Introducing Skyflo: An AI Agent for Kubernetes Operations
Skyflo is a self-hosted AI operations agent designed specifically for Kubernetes environments.
Rather than acting as another monitoring dashboard, Skyflo functions as an execution runtime for infrastructure operations inside the cluster.
Engineers interact with their cluster using natural language while Skyflo handles the operational workflow behind the scenes.
For example, engineers can ask:
- "Why are backend API pods stuck in Pending state?"
- "Check logs for the payment service errors."
- "Scale the checkout service to five replicas."
Skyflo gathers cluster context, generates an operational plan, and presents it for approval before executing any changes.
Engineers no longer need to manually correlate dashboards, logs, and kubectl commands to investigate an incident.
A Real Production Scenario
Consider a common production issue: a payment-api service becomes unreachable after a deployment.
From observability tools, engineers might see error spikes or failed requests but still need to investigate the cause.
Traditionally, debugging might involve:
- Checking pod logs
- Verifying service selectors
- Inspecting network policies
- Running multiple kubectl commands
With Skyflo, the workflow follows a structured operational loop.
Plan Skyflo analyzes the request, inspects the service configuration, and detects that the Service selector does not match the deployed pods.
Approve The system proposes updating the configuration and waits for operator approval.
Execute Skyflo performs the change using validated infrastructure tools.
Verify The system confirms that the service endpoints are restored and traffic is flowing correctly.
This structured workflow allows operators to move from incident detection to resolution with a clear and controlled process.
Closing the Operational Loop
A key differentiator of Skyflo is its deterministic operational workflow.
Every action follows a structured loop:
Plan → Approve → Execute → Verify
This ensures that infrastructure operations remain:
- Predictable
- Auditable
- Safe for production environments
Mutating actions require explicit approval, preventing unintended changes while still enabling faster operations.
Safe Infrastructure Execution with Typed Operations
Rather than generating raw shell commands, Skyflo executes operations through typed, schema-validated tools designed for Kubernetes resources.
This approach improves reliability by ensuring that actions are structured and validated before execution.
It also provides a transparent record of what actions were performed and why.
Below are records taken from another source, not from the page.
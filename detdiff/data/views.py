"""The views the detector trains on: each image's whole letterboxed view, and tiles where its small boxes need them.

Every image has its **whole view** (``S x S``, view px per original px ``L = S / max(w, h)``); view ``i`` is image
row ``i``. A box of ``sqrt(w h) L`` px under ``min_object_px`` is too small for the detector to judge there
(common practice: objects under about 16 px are hard for any detector). An image with such boxes also gets
**tiles**: ``S x S`` windows of the image enlarged by its tile scale ``s = min(cap, min_object_px / q)``, ``q`` the
side of its smallest such box, so that box is ``min_object_px`` across in a tile (``cap``, ``data.tile_scale``, is
chosen by the recipe within the time budget; ``2`` lets an 8 px box reach 16 px). Tiles lie on a grid over the
enlarged image, :data:`TILE_OVERLAP` of ``S`` apart from their neighbours' edges (the last row and column flush
with the image's edge), and an image gets them only when ``s`` is at least :data:`MIN_TILE_GAIN` times ``L``.
View ``I + t`` is tile ``t``; tiles are in image order.

**Each annotation is logged once**, by its *owner* view: the tile that shows the largest share of it (the first on a
tie) when it is small in the whole view and that share is at least :data:`MIN_OWNED_SHARE`, else the whole view.
Tiles that own no box are dropped (they would cost time and judge nothing). Every view trains on every box it
shows at least :data:`MIN_VISIBLE` of (clipped to the view; a box cut by a tile border is trained as the part the
tile shows), and only the owner's losses are logged for it, so every logged loss maps to one annotation id.
"""

from __future__ import annotations

from dataclasses import dataclass

import cv2
import numpy as np

from detdiff.boxes import concatenated_ranges
from detdiff.data.coco import CocoDataset

#: Overlap of neighbouring tiles, as a share of the tile side: a box of up to this many tile px fits whole in one.
TILE_OVERLAP = 0.125
#: An image gets tiles only when its tile scale is at least this many times its whole view's.
MIN_TILE_GAIN = 1.25
#: A small box is logged by a tile only when that tile shows at least this share of its area.
MIN_OWNED_SHARE = 0.5
#: A view trains on a box when it shows at least this share of its area.
MIN_VISIBLE = 0.3


@dataclass
class TileGrid:
    """The tiles of a dataset: ``image`` int64 ``[T]`` image row, ``origin`` float64 ``[T, 2]`` original px of the top-left
    corner, ``scale`` float64 ``[T]`` tile px per original px, ``size`` the tile side in px. Tiles are in image order."""

    image: np.ndarray
    origin: np.ndarray
    scale: np.ndarray
    size: int

    @property
    def num_tiles(self) -> int:
        return int(len(self.image))

    @classmethod
    def empty(cls, size: int) -> TileGrid:
        return cls(np.zeros(0, np.int64), np.zeros((0, 2), np.float64), np.zeros(0, np.float64), int(size))

    def take(self, rows: np.ndarray) -> TileGrid:
        return TileGrid(self.image[rows], self.origin[rows], self.scale[rows], self.size)

    def extent(self, tiles: np.ndarray) -> np.ndarray:
        """Side of each of ``tiles`` in original px."""
        return self.size / self.scale[tiles]


def whole_view_scale(dataset: CocoDataset, image_size: int) -> np.ndarray:
    """``L = S / max(w, h)`` per image (float64 ``[I]``): view px per original px of the whole view."""
    return image_size / np.maximum(dataset.widths, dataset.heights).astype(np.float64)


def _box_sides(dataset: CocoDataset) -> np.ndarray:
    return np.sqrt(np.maximum(dataset.boxes[:, 2] * dataset.boxes[:, 3], 0.0))


def _grid(widths: np.ndarray, heights: np.ndarray, scale: np.ndarray, images: np.ndarray, size: int) -> TileGrid:
    """Every grid tile of ``images`` (rows) at ``scale [len(images)]`` (module docstring), in image order."""
    step = size - int(round(TILE_OVERLAP * size))
    span_w = np.round(widths[images] * scale).astype(np.int64)       # the enlarged image, px
    span_h = np.round(heights[images] * scale).astype(np.int64)
    nx = np.where(span_w <= size, 1, -(-(span_w - size) // step) + 1)
    ny = np.where(span_h <= size, 1, -(-(span_h - size) // step) + 1)
    count = nx * ny
    owner = np.repeat(np.arange(len(images)), count)
    local = concatenated_ranges(np.zeros(len(count), np.int64), count)
    kx, ky = local % nx[owner], local // nx[owner]
    x0 = np.minimum(kx * step, np.maximum(span_w[owner] - size, 0))
    y0 = np.minimum(ky * step, np.maximum(span_h[owner] - size, 0))
    s = scale[owner]
    return TileGrid(images[owner].astype(np.int64), np.stack([x0 / s, y0 / s], axis=1), s.astype(np.float64), size)


def _visible(boxes_xyxy: np.ndarray, origin: np.ndarray, extent: np.ndarray) -> tuple[np.ndarray, np.ndarray]:
    """Boxes clipped to windows ``[origin, origin + extent]`` (original px, per row) and the share of each box's area
    inside."""
    low = np.concatenate([origin, origin], axis=1)
    high = low + extent[:, None]
    clipped = np.clip(boxes_xyxy, low, high)
    inner = np.maximum(clipped[:, 2] - clipped[:, 0], 0) * np.maximum(clipped[:, 3] - clipped[:, 1], 0)
    area = (boxes_xyxy[:, 2] - boxes_xyxy[:, 0]) * (boxes_xyxy[:, 3] - boxes_xyxy[:, 1])
    return clipped, np.where(area > 0, inner / np.maximum(area, 1e-12), 0.0)


def _pairs(dataset: CocoDataset, rows: np.ndarray, grid: TileGrid) -> tuple[np.ndarray, np.ndarray]:
    """Every (annotation row, tile) pair of ``rows`` with the tiles of the annotation's image, grouped by row."""
    first = np.searchsorted(grid.image, np.arange(dataset.num_images), side="left")
    last = np.searchsorted(grid.image, np.arange(dataset.num_images), side="right")
    image = dataset.ann_image_index[rows]
    count = last[image] - first[image]
    pair_row = np.repeat(rows, count)
    pair_tile = concatenated_ranges(first[image], count)
    return pair_row, pair_tile


def _owners(dataset: CocoDataset, grid: TileGrid, small: np.ndarray) -> np.ndarray:
    """Per annotation row, the tile that logs it (``-1``: its whole view); ``small`` marks the rows that may go to a
    tile (non-crowd, under ``min_object_px`` in the whole view)."""
    owner = np.full(dataset.num_annotations, -1, dtype=np.int64)
    rows = np.flatnonzero(small)
    if grid.num_tiles == 0 or len(rows) == 0:
        return owner
    pair_row, pair_tile = _pairs(dataset, rows, grid)
    if len(pair_row) == 0:
        return owner
    _, share = _visible(dataset.boxes_xyxy()[pair_row], grid.origin[pair_tile], grid.extent(pair_tile))
    order = np.lexsort((pair_tile, -share, pair_row))                 # per row: largest share first, then first tile
    pair_row, pair_tile, share = pair_row[order], pair_tile[order], share[order]
    best = np.flatnonzero(np.r_[True, pair_row[1:] != pair_row[:-1]])
    keep = best[share[best] >= MIN_OWNED_SHARE]
    owner[pair_row[keep]] = pair_tile[keep]
    return owner


def small_boxes(dataset: CocoDataset, image_size: int, min_object_px: float) -> np.ndarray:
    """bool ``[A]``: non-crowd boxes under ``min_object_px`` across (``sqrt(w h)``) in their whole view."""
    side = _box_sides(dataset) * whole_view_scale(dataset, image_size)[dataset.ann_image_index]
    return ~dataset.iscrowd & (side < float(min_object_px)) & (dataset.boxes[:, 2:] > 0).all(axis=1)


def plan_tiles(dataset: CocoDataset, image_size: int, cap: float, min_object_px: float,
               usable: np.ndarray | None = None) -> tuple[TileGrid, np.ndarray]:
    """The tiles of ``dataset`` at tile scales up to ``cap`` (module docstring) and each annotation's owner tile
    (``int64 [A]``, ``-1`` = its whole view). ``cap <= 0`` gives no tiles. ``usable`` (bool ``[I]``) leaves out the
    images that cannot be decoded."""
    small = small_boxes(dataset, image_size, min_object_px)
    if cap <= 0 or not small.any():
        return TileGrid.empty(image_size), np.full(dataset.num_annotations, -1, dtype=np.int64)
    smallest = np.full(dataset.num_images, np.inf)
    np.minimum.at(smallest, dataset.ann_image_index[small], np.maximum(_box_sides(dataset)[small], 1e-3))
    scale = np.minimum(float(cap), float(min_object_px) / smallest)
    wanted = np.isfinite(smallest) & (scale >= MIN_TILE_GAIN * whole_view_scale(dataset, image_size))
    if usable is not None:
        wanted &= np.asarray(usable, bool)
    images = np.flatnonzero(wanted)
    grid = _grid(dataset.widths.astype(np.float64), dataset.heights.astype(np.float64), scale[images], images,
                 int(image_size))
    owner = _owners(dataset, grid, small & wanted[dataset.ann_image_index])
    kept = np.unique(owner[owner >= 0])
    renumber = np.full(grid.num_tiles + 1, -1, dtype=np.int64)
    renumber[kept] = np.arange(len(kept))
    return grid.take(kept), renumber[owner]


def tile_pixels(image_rgb: np.ndarray, declared_w: int, declared_h: int, grid: TileGrid, size: int,
                pad_value: int) -> np.ndarray:
    """``uint8 [n, S, S, 3]``: the tiles of one image (``grid`` holds only that image's tiles, all of one scale) cut
    from its decoded pixels ``image_rgb`` (any resolution of the declared ``declared_w x declared_h`` image).

    The image is resized once to the tiles' scale (OpenCV's area interpolation when shrinking, bilinear when
    enlarging) and each tile is a slice of it at whole px, padded with ``pad_value`` past the image's edge.
    """
    out = np.full((grid.num_tiles, size, size, 3), pad_value, dtype=np.uint8)
    if grid.num_tiles == 0:
        return out
    s = float(grid.scale[0])
    span_w, span_h = int(round(declared_w * s)), int(round(declared_h * s))
    h, w = image_rgb.shape[:2]
    enlarged = cv2.resize(image_rgb, (span_w, span_h),
                          interpolation=cv2.INTER_AREA if span_w * span_h < w * h else cv2.INTER_LINEAR)
    corners = np.round(grid.origin * s).astype(np.int64)
    for k, (x0, y0) in enumerate(corners):           # the image's few tiles, not boxes
        part = enlarged[y0:y0 + size, x0:x0 + size]
        out[k, :part.shape[0], :part.shape[1]] = part
    return out


@dataclass
class ViewTable:
    """Every view the detector trains on (whole views, then tiles) and the boxes each trains on.

    ``image`` / ``origin`` / ``scale`` per view ``[V]``; targets of view ``v`` are ``offsets[v]:offsets[v + 1]`` of
    ``target_row`` (annotation rows), ``target_box`` (float32 xyxy view px, clipped to the view) and ``target_logged``
    (this view is the annotation's owner). ``owner [A]`` is each annotation's logging view (``-1`` for crowd boxes).
    """

    num_images: int
    image: np.ndarray
    origin: np.ndarray
    scale: np.ndarray
    offsets: np.ndarray
    target_row: np.ndarray
    target_box: np.ndarray
    target_logged: np.ndarray
    owner: np.ndarray

    @property
    def num_views(self) -> int:
        return int(len(self.image))

    def usable_views(self, usable_images: np.ndarray) -> np.ndarray:
        """Views of usable images, ascending (int64)."""
        return np.flatnonzero(np.asarray(usable_images, bool)[self.image]).astype(np.int64)

    @classmethod
    def build(cls, dataset: CocoDataset, image_scale: np.ndarray, grid: TileGrid, tile_owner: np.ndarray) -> ViewTable:
        """The views of ``dataset``: whole views at ``image_scale [I]`` (the cache's), then the tiles of ``grid``;
        ``tile_owner [A]`` is :func:`plan_tiles`'s owner tile per annotation (``-1``: the whole view)."""
        num_i = dataset.num_images
        train = ~dataset.iscrowd & (dataset.boxes[:, 2:] > 0).all(axis=1)
        xyxy = dataset.boxes_xyxy()
        owner = np.where(tile_owner >= 0, num_i + tile_owner, dataset.ann_image_index)
        owner = np.where(~dataset.iscrowd, owner, -1)
        rows = np.flatnonzero(~dataset.iscrowd)                   # whole views: every non-crowd box, as trained before
        whole_box = xyxy[rows] * image_scale[dataset.ann_image_index[rows]][:, None]
        parts = [(dataset.ann_image_index[rows], rows, whole_box, owner[rows] == dataset.ann_image_index[rows])]
        if grid.num_tiles:
            pair_row, pair_tile = _pairs(dataset, np.flatnonzero(train), grid)
            clipped, share = _visible(xyxy[pair_row], grid.origin[pair_tile], grid.extent(pair_tile))
            logged = owner[pair_row] == num_i + pair_tile
            keep = (share >= MIN_VISIBLE) | logged
            pair_row, pair_tile, clipped, logged = pair_row[keep], pair_tile[keep], clipped[keep], logged[keep]
            tile_box = (clipped - np.tile(grid.origin[pair_tile], 2)) * grid.scale[pair_tile][:, None]
            parts.append((num_i + pair_tile, pair_row, tile_box, logged))
        view = np.concatenate([p[0] for p in parts]).astype(np.int64)
        order = np.argsort(view, kind="stable")
        num_v = num_i + grid.num_tiles
        offsets = np.concatenate([[0], np.cumsum(np.bincount(view, minlength=num_v))]).astype(np.int64)
        return cls(num_images=num_i,
                   image=np.concatenate([np.arange(num_i, dtype=np.int64), grid.image]),
                   origin=np.concatenate([np.zeros((num_i, 2)), grid.origin]),
                   scale=np.concatenate([np.asarray(image_scale, np.float64), grid.scale]),
                   offsets=offsets,
                   target_row=np.concatenate([p[1] for p in parts]).astype(np.int64)[order],
                   target_box=np.concatenate([p[2] for p in parts]).astype(np.float32)[order],
                   target_logged=np.concatenate([p[3] for p in parts]).astype(bool)[order],
                   owner=owner)

    def targets(self, views: np.ndarray) -> np.ndarray:
        """Target positions (into ``target_*``) of ``views``, view by view (int64)."""
        return concatenated_ranges(self.offsets[views], self.offsets[views + 1] - self.offsets[views])

    def to_original(self, boxes_xyxy: np.ndarray, views: np.ndarray) -> np.ndarray:
        """``[n, 4]`` xyxy view px of ``views [n]`` -> xyxy original px."""
        return boxes_xyxy / self.scale[views][:, None] + np.tile(self.origin[views], 2)


def logged_view_sides(dataset: CocoDataset, image_size: int, grid: TileGrid, tile_owner: np.ndarray) -> np.ndarray:
    """``sqrt(w h)`` of every non-crowd box in the view that logs it (px, float64 ``[n]``): its tile's scale when a
    tile owns it, else its whole view's."""
    scale = whole_view_scale(dataset, image_size)[dataset.ann_image_index]
    if grid.num_tiles:
        scale = np.where(tile_owner >= 0, grid.scale[np.maximum(tile_owner, 0)], scale)
    return (_box_sides(dataset) * scale)[~dataset.iscrowd]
Running AI Operations Directly Inside the Cluster
Skyflo runs directly inside the Kubernetes cluster rather than as an external service.
This design provides several advantages:
- Full control over infrastructure access
- No external telemetry requirements
- Compatibility with self-hosted AI models
- Transparent operational execution
Teams can integrate Skyflo with cloud-based AI models or run it entirely within their own infrastructure environments.
The Next Evolution of Kubernetes Operations
Observability remains essential for understanding system behavior. However, it only exposes signals.
Modern infrastructure operations require systems that can help close the loop between observing systems and operating them safely.
By combining AI reasoning with deterministic execution workflows, Skyflo helps engineering teams diagnose issues, perform infrastructure operations, and verify outcomes with greater speed and confidence.
Closing the Gap Between Observability and Operations
Kubernetes observability tools provide deep visibility into infrastructure systems, but visibility alone does not resolve operational complexity.
Operators still need to interpret signals, diagnose issues, and execute changes safely.
Skyflo introduces an AI-powered operational layer that assists engineers throughout this process, enabling a more structured and reliable approach to managing Kubernetes environments.